The bells ring out in solemn praise
For you, the anguish and the pride,
The living glory of our nights —
Of our nights and days.
The Prince of Peace your arms embrace,
While hosts of darkness fade and cower.
Oh, save us, Mother full of grace,
In life and in our dying hour!
Ave Maria!”
I loved Fantasia as a kid but I always watched it with my sister and she would fast-forward through certain parts because she thought they were boring. I didn't see it completely until I was an adult and I was enraptured. This is my favorite Disney animated film.

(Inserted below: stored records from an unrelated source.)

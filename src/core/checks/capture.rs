//! Captured CO2 and other deductions as far as the whole chain tells: no more than the works form, and proofs in place.

use super::parameters::{mass_kg, models, word};
use super::{Subject, finding};
use crate::core::documents::assessment::{Assessment, Finding, Severity};
use crate::core::documents::input::{Input, ModelUse};
use crate::core::documents::pathway::Stage;
use crate::core::domain::StageKind;
use crate::core::engine::demand::demand;
use crate::core::engine::resolved::Resolved;
use crate::core::units::rounding::plain_fixed;
use serde_json::Value;

/// Rounding that a sum of doubles may bring.
const SUM: f64 = 1e-9;

/// Runs the checks.
pub fn run(subject: &Subject, findings: &mut Vec<Finding>) {
    findings.extend(captured_not_above_formed(subject));
    findings.extend(not_in_two_credits(&credits(subject.resolved)));
    for stage in &subject.resolved.stages {
        findings.extend(emissions_of_capture(stage.document));
        for input in &stage.document.inputs {
            findings.extend(storage_evidence(stage.document, input));
            findings.extend(bonus_evidence(stage.document, input));
        }
    }
}

fn says(model: &ModelUse, name: &str, word: &str) -> bool {
    model.parameters.get(name).and_then(Value::as_str) == Some(word)
}

/// C-03: all captures of the chain together take no more biogenic CO2 than its works form.
pub fn captured_not_above_formed(subject: &Subject) -> Option<Finding> {
    let resolved = subject.resolved;
    let whole = demand(resolved).whole;
    let (mut captured, mut last) = (0.0, None);
    for (stage, whole) in resolved.stages.iter().zip(&whole) {
        for input in &stage.inputs {
            if let Some(kg) = input.captured_kg.filter(|_| *whole > 0.0) {
                captured += 1000.0 * kg * whole;
                last = Some((stage.document, input.key.as_str(), *whole));
            }
        }
    }
    let (stage, key, whole) = last?;
    let formed = formed(resolved, subject.assessment);
    if captured <= formed * (1.0 + SUM) {
        return None;
    }
    let tonnes = |g_per_mj: f64| plain_fixed(g_per_mj / whole / 1e6, 1);
    let message = format!(
        "{} captures {} t of CO2, more than the works can form ({} t).",
        stage.title(),
        tonnes(captured),
        tonnes(formed)
    );
    let remedy = "Check the CO2 meter or enter the other biogenic sources.";
    let field = format!("inputs.{key}.co2_captured");
    Some(finding(
        "C-03",
        Severity::Block,
        &stage.key,
        &field,
        message,
        remedy,
    ))
}

/// Biogenic CO2 that the works of the chain give off, g per MJ with all shares 1.
fn formed(resolved: &Resolved, assessment: &Assessment) -> f64 {
    let works: Vec<&str> = resolved
        .stages
        .iter()
        .filter(|stage| {
            let elsewhere = matches!(stage.kind(), StageKind::Bought | StageKind::Combustion);
            !stage.kind().is_before_works() && !elsewhere
        })
        .map(|stage| stage.document.key.as_str())
        .collect();
    let releases = assessment.carbon.releases.iter();
    releases
        .filter(|release| works.contains(&release.stage.as_str()))
        .map(|release| release.g_co2_per_mj)
        .sum()
}

/// G-01: a replacement states what capturing and processing the CO2 emits.
pub fn emissions_of_capture(stage: &Stage) -> Option<Finding> {
    let (input, model) = stage.inputs.iter().find_map(|input| {
        let model = models(input)
            .iter()
            .find(|model| says(model, "use", "replace_fossil"));
        model
            .filter(|model| model.kind == "capture")
            .map(|model| (input, model))
    })?;
    let others = stage
        .inputs
        .iter()
        .any(|other| !models(other).iter().any(|model| model.kind == "capture"));
    if others || model.parameters.contains_key("power_per_co2") {
        return None;
    }
    let message = format!(
        "The CO2 credit of {} lacks the emissions of capturing it.",
        stage.title()
    );
    let remedy = "Enter it or take the credit out.";
    let field = format!("inputs.{}", input.key);
    Some(finding(
        "G-01",
        Severity::Block,
        &stage.key,
        &field,
        message,
        remedy,
    ))
}

/// G-02: stored CO2 has contract and invoice attached.
pub fn storage_evidence(stage: &Stage, input: &Input) -> Option<Finding> {
    let stored = |model: &ModelUse| model.kind == "capture" && says(model, "use", "store");
    if !input.evidence.is_empty() || !models(input).iter().any(stored) {
        return None;
    }
    let message = format!(
        "No proof that the CO2 of {} was stored: no document is attached.",
        stage.title()
    );
    let remedy = "Name site and permit and attach contract and invoice.";
    let field = format!("inputs.{}", input.key);
    Some(finding(
        "G-02",
        Severity::Block,
        &stage.key,
        &field,
        message,
        remedy,
    ))
}

/// E-01: the bonus for degraded land rests on evidence, whatever the origin of the figures.
pub fn bonus_evidence(stage: &Stage, input: &Input) -> Option<Finding> {
    let asked = |model: &ModelUse| {
        model.kind == "land_use_change"
            && model.parameters.get("degraded_land_bonus") == Some(&Value::Bool(true))
    };
    if !input.evidence.is_empty() || !models(input).iter().any(asked) {
        return None;
    }
    let label = input.label.as_deref().unwrap_or(&input.key);
    let message = format!("{label} takes the bonus for degraded land, but no document is attached.");
    let remedy =
        "Attach proof that the land was unused in January 2008 and severely degraded, or take the bonus out.";
    let field = format!("inputs.{}.degraded_land_bonus", input.key);
    Some(finding(
        "E-01",
        Severity::Block,
        &stage.key,
        &field,
        message,
        remedy,
    ))
}

/// A credit for captured CO2, per MJ of fuel with all shares 1.
#[derive(Clone, Debug, PartialEq)]
pub struct Credit {
    /// Key of the stage.
    pub stage: String,
    /// Name of the stage.
    pub name: String,
    /// Field.
    pub field: String,
    /// Stored, or else in place of fossil CO2.
    pub stored: bool,
    /// What was captured, as read.
    pub captured: f64,
    /// What is credited.
    pub delivered: f64,
    /// Evidence of the figures.
    pub evidence: Vec<String>,
    /// t per unit of the two figures, to show them as entered.
    pub tonnes: f64,
}

/// G-03: what a storage credit and a replacement credit share in one reading is credited once. Two readings are one where
/// they are equal or rest on the same evidence.
pub fn not_in_two_credits(credits: &[Credit]) -> Vec<Finding> {
    let mut findings = Vec::new();
    for store in credits.iter().filter(|credit| credit.stored) {
        for other in credits.iter().filter(|credit| !credit.stored) {
            let equal = (store.captured - other.captured).abs() <= 1e-6 * store.captured;
            let one_reading = equal || store.evidence.iter().any(|id| other.evidence.contains(id));
            let twice = store.delivered + other.delivered - store.captured.max(other.captured);
            if !one_reading || twice <= SUM * store.captured {
                continue;
            }
            let message = format!(
                "{} t CO2 of {} appear in both storage and replacement.",
                plain_fixed(twice * store.tonnes, 1),
                store.name
            );
            let remedy = "Lower one of the two.";
            findings.push(finding(
                "G-03",
                Severity::Block,
                &store.stage,
                &store.field,
                message,
                remedy,
            ));
        }
    }
    findings
}

fn credits(resolved: &Resolved) -> Vec<Credit> {
    let whole = demand(resolved).whole;
    let mut found = Vec::new();
    for (stage, times) in resolved
        .stages
        .iter()
        .zip(whole)
        .filter(|(_, times)| *times > 0.0)
    {
        for input in &stage.document.inputs {
            for model in models(input).iter().filter(|model| model.kind == "capture") {
                let Some(captured) = mass_kg(model, "co2_captured") else {
                    continue;
                };
                found.push(Credit {
                    stage: stage.document.key.clone(),
                    name: stage.document.title().to_owned(),
                    field: format!("inputs.{}.co2_captured", input.key),
                    stored: word(model, "use") == Some("store"),
                    captured: captured * times,
                    delivered: mass_kg(model, "co2_delivered").unwrap_or(captured) * times,
                    evidence: input.evidence.clone(),
                    tonnes: 1.0 / times / 1000.0,
                });
            }
        }
    }
    found
}

#[cfg(test)]
mod tests {
    use super::*;

    fn credit(stored: bool, captured: f64, delivered: f64, evidence: &str) -> Credit {
        let (stage, field) = (
            if stored { "store" } else { "sell" }.to_owned(),
            "inputs.credit".to_owned(),
        );
        let evidence = vec![evidence.to_owned()];
        Credit {
            name: stage.clone(),
            stage,
            field,
            stored,
            captured,
            delivered,
            evidence,
            tonnes: 0.001,
        }
    }

    #[test]
    fn a_tonne_is_credited_once() {
        let found = |a, b| not_in_two_credits(&[a, b]);
        // One reading of 100 t divided between the two uses.
        assert!(found(credit(true, 1e5, 6e4, "EV-1"), credit(false, 1e5, 4e4, "EV-1")).is_empty());
        // Two readings of their own.
        assert!(found(credit(true, 1e5, 9e4, "EV-1"), credit(false, 8e4, 8e4, "EV-2")).is_empty());
        // The same reading credited in full twice, by its figure or by its evidence.
        let equal = found(credit(true, 1e5, 1e5, "EV-1"), credit(false, 1e5, 1e5, "EV-2"));
        assert!(equal[0].message.starts_with("100.0 t CO2 of store"));
        assert_eq!(
            found(credit(true, 1e5, 9e4, "EV-1"), credit(false, 8e4, 8e4, "EV-1"))[0].id,
            "G-03"
        );
        // Two of one use are for C-03 to judge.
        assert!(found(credit(true, 1e5, 1e5, "EV-1"), credit(true, 1e5, 1e5, "EV-1")).is_empty());
    }
}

My favorite movie score composer is Patrick Doyle. He wrote the soundtracks for Cinderella (2014), Brave (Pixar), Henry V, Much Ado About Nothing, Murder on the Orient Express (2017), Thor, and others. In an interview, he commented that it was seeing Fantasia which first inspired him to begin his musical career. He was so impressed by the beauty and enchantment of this musical and visual combination that he wanted to recreate the same beauty in every film score he wrote. I believe it is safe to say that a work of art is truly great when it inspires others to imitate it in their own way.
P.S. Just a side note, can anyone spot what all of those movies above (except Brave) have in common besides the score composer?